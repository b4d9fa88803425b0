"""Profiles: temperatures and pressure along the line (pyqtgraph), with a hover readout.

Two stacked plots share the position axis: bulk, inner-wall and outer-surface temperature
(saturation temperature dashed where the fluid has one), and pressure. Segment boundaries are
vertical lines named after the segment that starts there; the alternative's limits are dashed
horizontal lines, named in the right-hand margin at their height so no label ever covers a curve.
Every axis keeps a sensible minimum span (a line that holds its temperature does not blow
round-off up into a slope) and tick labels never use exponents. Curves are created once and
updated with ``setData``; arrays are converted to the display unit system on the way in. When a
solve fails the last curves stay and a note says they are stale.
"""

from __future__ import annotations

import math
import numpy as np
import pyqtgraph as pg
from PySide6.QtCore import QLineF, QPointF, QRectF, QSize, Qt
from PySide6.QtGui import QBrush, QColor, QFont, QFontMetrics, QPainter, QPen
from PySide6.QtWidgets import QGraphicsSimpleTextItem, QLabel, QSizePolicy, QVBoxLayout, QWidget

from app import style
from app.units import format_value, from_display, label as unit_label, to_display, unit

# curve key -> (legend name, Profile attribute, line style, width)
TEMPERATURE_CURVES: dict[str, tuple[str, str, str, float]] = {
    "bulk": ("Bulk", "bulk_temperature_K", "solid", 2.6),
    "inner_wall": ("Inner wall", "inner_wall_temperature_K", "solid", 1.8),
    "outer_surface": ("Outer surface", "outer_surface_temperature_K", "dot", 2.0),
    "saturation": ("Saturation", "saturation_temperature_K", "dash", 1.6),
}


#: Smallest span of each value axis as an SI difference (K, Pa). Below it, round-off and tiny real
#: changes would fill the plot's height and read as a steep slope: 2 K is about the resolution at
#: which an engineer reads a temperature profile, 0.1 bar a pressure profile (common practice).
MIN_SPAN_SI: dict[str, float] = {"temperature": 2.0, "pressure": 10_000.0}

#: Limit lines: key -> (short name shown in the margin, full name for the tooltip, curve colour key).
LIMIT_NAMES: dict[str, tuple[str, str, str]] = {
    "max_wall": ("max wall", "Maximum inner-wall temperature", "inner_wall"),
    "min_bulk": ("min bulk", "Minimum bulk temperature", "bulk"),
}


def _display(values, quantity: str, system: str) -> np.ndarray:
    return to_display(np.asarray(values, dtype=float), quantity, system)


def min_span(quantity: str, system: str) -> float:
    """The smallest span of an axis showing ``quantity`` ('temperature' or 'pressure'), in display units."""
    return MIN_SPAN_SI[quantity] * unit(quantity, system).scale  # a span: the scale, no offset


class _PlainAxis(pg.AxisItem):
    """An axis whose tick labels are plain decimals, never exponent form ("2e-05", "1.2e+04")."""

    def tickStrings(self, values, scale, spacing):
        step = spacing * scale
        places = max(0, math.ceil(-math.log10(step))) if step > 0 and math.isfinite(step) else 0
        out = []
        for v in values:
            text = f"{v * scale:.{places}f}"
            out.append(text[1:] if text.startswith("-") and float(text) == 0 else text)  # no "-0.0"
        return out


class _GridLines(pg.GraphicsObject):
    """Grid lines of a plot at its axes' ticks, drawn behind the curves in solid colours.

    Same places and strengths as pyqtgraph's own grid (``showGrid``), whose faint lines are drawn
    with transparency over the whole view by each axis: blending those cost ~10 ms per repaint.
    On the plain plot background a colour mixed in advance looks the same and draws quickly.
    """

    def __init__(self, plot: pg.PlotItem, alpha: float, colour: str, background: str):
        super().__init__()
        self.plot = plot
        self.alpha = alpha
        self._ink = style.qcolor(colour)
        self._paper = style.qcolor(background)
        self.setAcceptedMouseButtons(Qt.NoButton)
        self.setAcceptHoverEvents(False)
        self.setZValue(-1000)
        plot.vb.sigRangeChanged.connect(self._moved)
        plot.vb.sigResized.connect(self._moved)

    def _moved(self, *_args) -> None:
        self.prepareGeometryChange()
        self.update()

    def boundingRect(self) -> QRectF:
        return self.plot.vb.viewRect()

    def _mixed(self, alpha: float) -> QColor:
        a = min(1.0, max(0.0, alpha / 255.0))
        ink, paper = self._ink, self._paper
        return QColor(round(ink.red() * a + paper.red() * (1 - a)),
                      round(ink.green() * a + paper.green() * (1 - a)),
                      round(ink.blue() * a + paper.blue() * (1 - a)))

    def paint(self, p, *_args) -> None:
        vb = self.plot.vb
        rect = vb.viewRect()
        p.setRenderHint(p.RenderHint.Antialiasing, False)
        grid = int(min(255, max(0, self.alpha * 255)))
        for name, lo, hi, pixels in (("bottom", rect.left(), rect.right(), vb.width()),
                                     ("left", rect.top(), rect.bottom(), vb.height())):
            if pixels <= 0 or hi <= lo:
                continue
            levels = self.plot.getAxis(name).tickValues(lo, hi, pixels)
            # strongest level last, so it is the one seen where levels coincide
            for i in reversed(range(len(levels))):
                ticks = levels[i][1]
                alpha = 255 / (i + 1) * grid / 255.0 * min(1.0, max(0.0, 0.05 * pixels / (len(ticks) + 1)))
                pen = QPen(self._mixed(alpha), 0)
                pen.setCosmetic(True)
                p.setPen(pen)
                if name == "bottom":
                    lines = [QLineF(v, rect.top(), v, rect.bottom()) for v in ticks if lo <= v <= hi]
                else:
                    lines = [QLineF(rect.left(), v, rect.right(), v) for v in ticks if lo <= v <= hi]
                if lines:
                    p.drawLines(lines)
##############################
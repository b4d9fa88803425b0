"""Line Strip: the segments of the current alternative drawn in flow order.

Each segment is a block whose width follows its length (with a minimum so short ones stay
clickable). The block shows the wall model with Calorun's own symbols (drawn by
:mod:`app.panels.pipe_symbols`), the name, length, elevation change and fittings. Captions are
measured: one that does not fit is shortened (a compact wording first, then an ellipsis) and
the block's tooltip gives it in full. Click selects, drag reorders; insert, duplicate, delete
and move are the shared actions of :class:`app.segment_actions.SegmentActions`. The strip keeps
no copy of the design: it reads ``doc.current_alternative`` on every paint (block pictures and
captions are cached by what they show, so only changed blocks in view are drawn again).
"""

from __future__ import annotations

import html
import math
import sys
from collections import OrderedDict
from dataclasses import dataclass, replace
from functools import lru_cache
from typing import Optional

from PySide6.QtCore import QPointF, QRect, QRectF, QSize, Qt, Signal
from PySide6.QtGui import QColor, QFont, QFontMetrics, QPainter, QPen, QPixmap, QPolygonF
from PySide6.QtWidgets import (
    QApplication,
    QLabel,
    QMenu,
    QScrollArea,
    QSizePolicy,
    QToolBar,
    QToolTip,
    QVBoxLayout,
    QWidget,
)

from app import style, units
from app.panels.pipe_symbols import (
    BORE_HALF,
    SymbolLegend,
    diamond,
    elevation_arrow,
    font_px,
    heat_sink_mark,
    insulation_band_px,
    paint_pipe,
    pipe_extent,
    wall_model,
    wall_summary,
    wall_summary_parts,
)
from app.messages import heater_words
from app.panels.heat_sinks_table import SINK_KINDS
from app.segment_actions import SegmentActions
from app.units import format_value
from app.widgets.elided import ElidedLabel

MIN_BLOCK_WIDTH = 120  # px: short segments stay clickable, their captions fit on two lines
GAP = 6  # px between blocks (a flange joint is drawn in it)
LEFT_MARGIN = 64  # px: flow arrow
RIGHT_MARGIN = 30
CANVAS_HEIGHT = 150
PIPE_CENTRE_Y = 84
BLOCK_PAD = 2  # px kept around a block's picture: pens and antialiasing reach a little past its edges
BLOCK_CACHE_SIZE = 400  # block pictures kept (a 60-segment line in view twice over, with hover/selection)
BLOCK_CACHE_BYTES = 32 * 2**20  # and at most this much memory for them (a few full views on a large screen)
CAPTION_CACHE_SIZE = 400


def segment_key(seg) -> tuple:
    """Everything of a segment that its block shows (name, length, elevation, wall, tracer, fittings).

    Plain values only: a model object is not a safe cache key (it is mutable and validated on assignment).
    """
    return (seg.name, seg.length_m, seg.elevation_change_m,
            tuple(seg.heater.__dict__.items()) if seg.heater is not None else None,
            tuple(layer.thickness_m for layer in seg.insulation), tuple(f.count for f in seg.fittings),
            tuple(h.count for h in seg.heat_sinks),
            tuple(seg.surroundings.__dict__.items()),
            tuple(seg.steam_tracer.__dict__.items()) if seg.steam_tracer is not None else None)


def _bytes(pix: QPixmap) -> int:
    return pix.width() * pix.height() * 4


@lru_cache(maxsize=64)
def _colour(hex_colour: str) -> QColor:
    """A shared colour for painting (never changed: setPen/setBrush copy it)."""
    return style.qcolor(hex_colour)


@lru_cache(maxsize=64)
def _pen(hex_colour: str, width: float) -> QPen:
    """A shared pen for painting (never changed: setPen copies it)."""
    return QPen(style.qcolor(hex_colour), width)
##############################
#### What the task requires
Taking the material above, extract exactly and only the lines from the line with "tuple(h.count for h" to the line with "return QPen(style.qcolor(hex_colour), width)", inclusive of both.

#### Response to the task
            tuple(h.count for h in seg.heat_sinks),
            tuple(seg.surroundings.__dict__.items()),
            tuple(seg.steam_tracer.__dict__.items()) if seg.steam_tracer is not None else None)


def _bytes(pix: QPixmap) -> int:
    return pix.width() * pix.height() * 4


@lru_cache(maxsize=64)
def _colour(hex_colour: str) -> QColor:
    """A shared colour for painting (never changed: setPen/setBrush copy it)."""
    return style.qcolor(hex_colour)


@lru_cache(maxsize=64)
def _pen(hex_colour: str, width: float) -> QPen:
    """A shared pen for painting (never changed: setPen copies it)."""
    return QPen(style.qcolor(hex_colour), width)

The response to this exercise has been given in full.